(Data records Opens)

@dataclass
class SheetCells:
    """The cells of one worksheet part: ``(row, col)`` keys, 1-based."""
    values: dict = field(default_factory=dict)      # non-formula cells -> scalar
    formulas: dict = field(default_factory=dict)    # formula cells -> formula text
    arrays: dict = field(default_factory=dict)      # array anchor -> (r1, c1, r2, c2)
    cached: set = field(default_factory=set)        # formula cells carrying a cached value
    hidden_rows: set = field(default_factory=set)   # rows marked hidden (SUBTOTAL 101-111)
    max_row: int = 0
    max_col: int = 0
    # read with layout=True only (None otherwise): what a renderer needs
    styles: dict | None = None      # (row, col) -> cell format index ("s"), where not 0
    rows: dict | None = None        # row -> {attribute: text} of its <row> (height, hidden...)
    parts: list | None = None       # the other children of <worksheet>, as parsed elements


@dataclass
class Sheet:
    title: str
    part: str
    cells: SheetCells


@dataclass
class Package:
    book_part: str
    sheets: list
    names: dict          # (sheet title or None, NAME) -> defined-name text
    strings: list = field(default_factory=list)     # the shared-string table
    spelled: dict = field(default_factory=dict)     # (sheet or None, NAME) -> (name, hidden)
    states: dict = field(default_factory=dict)      # sheet title -> "visible", "hidden", ...
    layout: object = None                 # :class:`.layout.Layout` (layout.read_with_layout)


def _local(tag) -> str:
    return tag.rsplit("}", 1)[-1] if isinstance(tag, str) else ""


#: An XML declaration naming an encoding (in the first bytes of a part).
_DECLARED_ENCODING = re.compile(rb'\s*(?:\xef\xbb\xbf)?<\?xml[^>]*?\bencoding\s*=\s*["\']([^"\']*)["\']')


def _plainly_without_dtd(data: bytes) -> bool:
    """True where the bytes are UTF-8 (or ASCII) and hold no ``<!``: then no DOCTYPE, so no
    entity, can be declared. A part in UTF-16 or a declared 8-bit encoding (EBCDIC spells
    ``<!`` otherwise) goes to the guarded parser instead."""
    if b"<!" in data or b"\x00" in data[:4] or data.startswith((b"\xff\xfe", b"\xfe\xff")):
        return False
    m = _DECLARED_ENCODING.match(data[:256])
    return m is None or m.group(1).lower() in (b"utf-8", b"utf8")


def _xml(data: bytes, where: str):
    try:
        if _plainly_without_dtd(data):
            # the C parser (three times faster than defusedxml's pure-Python one on a large
            # sheet) then sees only the predefined entities and character references
            return _c_fromstring(data)
        return _safe_fromstring(data, forbid_dtd=True)
    except ParseError as exc:
        raise RecalcError(f"{where}: not well-formed XML ({exc})") from None
    except Exception as exc:  # defusedxml's refusals
        raise RecalcError(f"{where}: not safe, well-formed XML ({type(exc).__name__}: {exc})"
                          ) from None


def _part(zf: zipfile.ZipFile, name: str, where: str) -> bytes:
    try:
        return zf.read(name)
    except KeyError:
        raise RecalcError(f"{where}: the package has no part {name!r}") from None


def rels_name(part: str) -> str:
    """The relationship part of a part: ``xl/_rels/workbook.xml.rels`` of ``xl/workbook.xml``."""
    return posixpath.join(posixpath.dirname(part), "_rels", posixpath.basename(part) + ".rels")


def _rels_of(data: bytes, name: str, where: str) -> dict:
    root = _xml(data, f"{where}, part {name!r}")
    out = {}
    for el in root:
        if _local(el.tag) != "Relationship":
            continue
        rid = el.get("Id")
        if rid in out:
            raise RecalcError(f"{where}, part {name!r}: two relationships share the Id "
                              f"{rid!r}; readers differ in which one they follow, so the "
                              f"workbook is refused")
        out[rid] = (el.get("Type"), el.get("Target"), el.get("TargetMode"))
    return out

(Data records Closes)

▶ _What to produce_
Among the lines of the material, some contain the string "list". State how many, and nothing more.

▶ _Reply to the exercise_
3